The pressure history of the natural gas from the well head can provide a number of opportunities for the placement of this technology for maximum economic benefit. The movement of natural gas to the gas plant is accomplished by the compression at the well head to a pressure of 100-200 psia in order to gather the gas and send the gas to the natural gas plant. If the natural gas could be provided at a pressure of at least 100 psia, there would be sufficient pressure differential to operate the nitrogen removal process of this invention. More typically, the entire feed gas is supplied at a pressure range of from 220-250 psia, but this pressure is often reduced to 150 psia before it reaches the nitrogen removal process at the natural gas plant. Thus, if the gas could be treated before it reaches the natural gas plant at a lower pressure, there could be additional compression savings.

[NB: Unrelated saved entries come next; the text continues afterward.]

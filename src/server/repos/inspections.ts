/**
 * Inspections: a machinist records the as-machined plate against an approved revision; the
 * result is computed by the domain on every save; an engineer may accept a failed part with a
 * written deviation. Every state change is an audit event, in the same transaction.
 */
import { and, asc, desc, eq } from 'drizzle-orm';
import type { Db, Tx } from '../db/client';
import { artifacts, inspections, plates, revisions, users, type InspectionState } from '../db/schema';
import type { SessionUser } from '../auth/types';
import { AppError, forbidden, notFound } from '../errors';
import { audit } from './audit';
import { assertPlateView } from './plates';
import { findRevision } from './revisions';
import { profileOf, validateSpec } from '../plateEngine';
import {
  evaluateInspection,
  inspectionPlanFor,
  resultSummary,
  rowProblems,
  measurementRowSchema,
  type InspectionPlan,
  type InspectionResult,
  type MeasurementRow,
  type RowError,
} from '~/domain/inspection';
import type { PlateProfile } from '~/domain';
import { z } from 'zod';

export interface InspectionRow {
  id: number;
  revisionId: number;
  plateId: number;
  machinistId: string;
  state: InspectionState;
  specSha256: string;
  artifactHashes: unknown;
  measurements: unknown;
  results: unknown;
  note: string | null;
  acceptedById: string | null;
  acceptComment: string | null;
  createdAt: Date;
  updatedAt: Date;
  completedAt: Date | null;
  acceptedAt: Date | null;
}

const SHOP_ROLES = ['machinist', 'engineer', 'admin'];

/** The plan (features and limits) of a revision, from its stored spec. */
export function planOfRevision(spec: unknown): { plan: InspectionPlan; profile: PlateProfile } {
  const parsed = validateSpec(spec);
  const profile = profileOf(parsed);
  return { plan: inspectionPlanFor(profile, parsed.tolerances, spec), profile };
}

const storedRowsSchema = z.array(measurementRowSchema);

function storedRows(v: unknown): MeasurementRow[] {
  const r = storedRowsSchema.safeParse(v);
  return r.success ? r.data : [];
}

async function findInspection(db: Db | Tx, id: number, forUpdate = false): Promise<InspectionRow | undefined> {
  const q = db.select().from(inspections).where(eq(inspections.id, id)).limit(1);
  const [r] = forUpdate ? await q.for('update') : await q;
  return r as InspectionRow | undefined;
}

/** Shop roles see every inspection; a designer sees those of plates they can view. */
async function assertInspectionView(db: Db, user: SessionUser, row: InspectionRow | undefined): Promise<InspectionRow> {
  if (!row) throw notFound('Inspection');
  if (!SHOP_ROLES.includes(user.role)) {
    await assertPlateView(db, user, row.plateId).catch(() => {
      throw notFound('Inspection');
    });
  }
  return row;
}

export async function startInspection(db: Db, user: SessionUser, revisionId: number, note?: string) {
  if (user.role !== 'machinist') throw forbidden(`Inspections are started by a machinist; you are signed in as ${user.role}.`);
  const r = await findRevision(db, revisionId);
  // machinists see released revisions only: anything else is "not found" to them
  if (!r || r.status !== 'approved') throw new AppError(404, 'not_found', 'Released revision not found: inspections are recorded against approved (released) revisions only.');
  planOfRevision(r.spec); // a spec the domain cannot lay out cannot be inspected (400 from validateSpec)
  const files = await db.select({ name: artifacts.kind, sha256: artifacts.sha256 }).from(artifacts).where(eq(artifacts.revisionId, revisionId)).orderBy(asc(artifacts.kind));
  return db.transaction(async (tx) => {
    const [ins] = await tx
      .insert(inspections)
      .values({ revisionId, plateId: r.plateId, machinistId: user.id, state: 'in_progress', specSha256: r.specSha256, artifactHashes: files, measurements: [], results: null, note: note ?? null })
      .$returningId();
    await audit(tx, user.id, 'inspection.started', { type: 'inspection', id: ins.id }, { revisionId, plateId: r.plateId, specSha256: r.specSha256, files });
    return ins.id;
  });
}

export async function getInspection(db: Db, user: SessionUser, id: number) {
  const row = await assertInspectionView(db, user, await findInspection(db, id));
  const r = (await findRevision(db, row.revisionId))!;
  const [plate] = await db.select().from(plates).where(eq(plates.id, row.plateId));
  const names = new Map<string, { name: string; email: string }>();
  for (const uid of [row.machinistId, row.acceptedById, r.authorId].filter((x): x is string => !!x)) {
    const [u] = await db.select({ name: users.name, email: users.email }).from(users).where(eq(users.id, uid));
    if (u) names.set(uid, u);
  }
  const { plan, profile } = planOfRevision(r.spec);
  const rows = storedRows(row.measurements);
  const result = evaluateInspection(plan, rows);
  return {
    id: row.id,
    state: row.state,
    revision: { id: r.id, number: r.number, status: r.status, specSha256: r.specSha256, author: names.get(r.authorId)?.name ?? '(unknown)' },
    plate: { id: plate!.id, partNumber: plate!.partNumber, title: plate!.title, material: plate!.material },
    machinist: { id: row.machinistId, name: names.get(row.machinistId)?.name ?? '(unknown)' },
    acceptedBy: row.acceptedById ? { id: row.acceptedById, name: names.get(row.acceptedById)?.name ?? '(unknown)' } : null,
    acceptComment: row.acceptComment,
    note: row.note,
    artifactHashes: row.artifactHashes as { name: string; sha256: string }[],
    measurements: rows,
    plan,
    result,
    results: result.features.map(resultSummary),
    overall: result.overall,
    createdAt: row.createdAt.toISOString(),
    updatedAt: row.updatedAt.toISOString(),
    completedAt: row.completedAt?.toISOString() ?? null,
    acceptedAt: row.acceptedAt?.toISOString() ?? null,
    /** for the report: the outline and holes in plate coordinates */
    profile,
  };
}

export type InspectionView = Awaited<ReturnType<typeof getInspection>>;

export class RowsRejected extends AppError {
  constructor(errors: readonly RowError[], what: string) {
    const head = errors
      .slice(0, 5)
      .map((e) => `${what === 'CSV' ? 'line' : 'row'} ${e.row}${e.column ? ` (${e.column})` : ''}: ${e.message}`)
      .join('; ');
    super(400, 'invalid_measurements', `${errors.length} problem${errors.length > 1 ? 's' : ''} in the ${what}; nothing was saved. ${head}${errors.length > 5 ? ' …' : ''}`, { rows: errors });
  }
}

export interface SaveOutcome {
  id: number;
  state: InspectionState;
  overall: InspectionResult['overall'];
  results: ReturnType<typeof resultSummary>[];
  result: InspectionResult;
  /** the inspection left in_progress with this save */
  completed: boolean;
}

export async function saveMeasurements(db: Db, user: SessionUser, id: number, rows: MeasurementRow[], opts: { finish?: boolean; source: 'JSON' | 'CSV' }): Promise<SaveOutcome> {
  if (user.role !== 'machinist') throw forbidden(`Measurements are entered by a machinist; you are signed in as ${user.role}.`);
  return db.transaction(async (tx) => {
    const row = await findInspection(tx, id, true);
    if (!row) throw notFound('Inspection');
    if (row.state !== 'in_progress') {
      throw new AppError(409, 'inspection_closed', `This inspection is already ${row.state.replace(/_/g, ' ')}; its measurements are kept as recorded. Start a new inspection to measure again.`);
    }
    const r = (await findRevision(tx, row.revisionId))!;
    const { plan } = planOfRevision(r.spec);
    const problems = rowProblems(plan, rows);
    if (problems.length) throw new RowsRejected(problems, opts.source === 'CSV' ? 'CSV' : 'rows');
    const result = evaluateInspection(plan, rows);
    let state: InspectionState = 'in_progress';
    if (opts.finish) {
      if (result.overall === 'incomplete') {
        const missing = result.features.filter((f) => f.result === 'not_measured').map((f) => f.featureId);
        throw new AppError(409, 'inspection_incomplete', `Not finished: ${missing.length} feature(s) still need values (${missing.slice(0, 8).join(', ')}${missing.length > 8 ? ' …' : ''}). Your values were not saved with this request; save without finishing to keep them.`, { missing });
      }
      state = result.overall;
    }
    await tx
      .update(inspections)
      .set({ measurements: rows, results: result, state, updatedAt: new Date(), ...(state !== 'in_progress' ? { completedAt: new Date() } : {}) })
      .where(eq(inspections.id, id));
    await audit(tx, user.id, 'inspection.measured', { type: 'inspection', id }, { rows: rows.length, overall: result.overall, failing: result.failing, source: opts.source });
    if (state !== 'in_progress') await audit(tx, user.id, `inspection.${state}`, { type: 'inspection', id }, { from: 'in_progress', to: state, failing: result.failing });
    return { id, state, overall: result.overall, results: result.features.map(resultSummary), result, completed: state !== 'in_progress' };
  });
}

export async function acceptInspection(db: Db, user: SessionUser, id: number, comment: string) {
  if (user.role !== 'engineer' && user.role !== 'admin') throw forbidden(`Accepting a deviation needs the role engineer or admin; you are signed in as ${user.role}.`);
  return db.transaction(async (tx) => {
    const row = await findInspection(tx, id, true);
    if (!row) throw notFound('Inspection');
    if (row.state !== 'failed') {
      throw new AppError(409, 'not_failed', `Only a failed inspection can be accepted with deviation; this one is ${row.state.replace(/_/g, ' ')}.`);
    }
    await tx.update(inspections).set({ state: 'accepted_with_deviation', acceptedById: user.id, acceptComment: comment, acceptedAt: new Date(), updatedAt: new Date() }).where(eq(inspections.id, id));
    await audit(tx, user.id, 'inspection.accepted_with_deviation', { type: 'inspection', id }, { from: 'failed', to: 'accepted_with_deviation', comment });
    return { id, state: 'accepted_with_deviation' as const };
  });
}

export async function listPlateInspections(db: Db, user: SessionUser, plateId: number) {
  const plate = SHOP_ROLES.includes(user.role)
    ? (await db.select().from(plates).where(eq(plates.id, plateId)))[0]
    : await assertPlateView(db, user, plateId);
  if (!plate) throw notFound('Plate');
  const rows = await db
    .select({ id: inspections.id, state: inspections.state, revisionId: inspections.revisionId, revision: revisions.number, machinist: users.name, createdAt: inspections.createdAt, completedAt: inspections.completedAt, results: inspections.results })
    .from(inspections)
    .innerJoin(revisions, eq(revisions.id, inspections.revisionId))
    .innerJoin(users, eq(users.id, inspections.machinistId))
    .where(eq(inspections.plateId, plateId))
    .orderBy(desc(inspections.createdAt), desc(inspections.id));
  const [released] = await db.select({ id: revisions.id, number: revisions.number }).from(revisions).where(and(eq(revisions.plateId, plateId), eq(revisions.status, 'approved'))).limit(1);
  return {
    plate: { id: plate.id, partNumber: plate.partNumber, title: plate.title },
    released: released ?? null,
    inspections: rows.map((r) => {
      const res = r.results as InspectionResult | null;
      return { id: r.id, state: r.state, revisionId: r.revisionId, revision: r.revision, machinist: r.machinist, createdAt: r.createdAt.toISOString(), completedAt: r.completedAt?.toISOString() ?? null, failing: res?.failing ?? [] };
    }),
  };
}

/** The revision author, for the report mail. */
export async function revisionAuthor(db: Db, revisionId: number) {
  const [u] = await db.select({ email: users.email, name: users.name, active: users.active }).from(users).innerJoin(revisions, eq(revisions.authorId, users.id)).where(eq(revisions.id, revisionId));
  return u;
}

There are two approaches available in using a PSA process for the removal of nitrogen from natural gas. One approach employs a rate selective separation wherein the process takes advantage of the smaller kinetic diameter of nitrogen compared to methane to selectively adsorb the nitrogen into a molecular sieve, particularly a carbon molecular sieve. A number of U.S. patents (U.S. Pat. Nos. 4,578,089 and 4,376,640) claim the use of this approach for natural gas and air separation. The process of the current invention uses an equilibrium selective separation wherein methane adsorption is favored over nitrogen.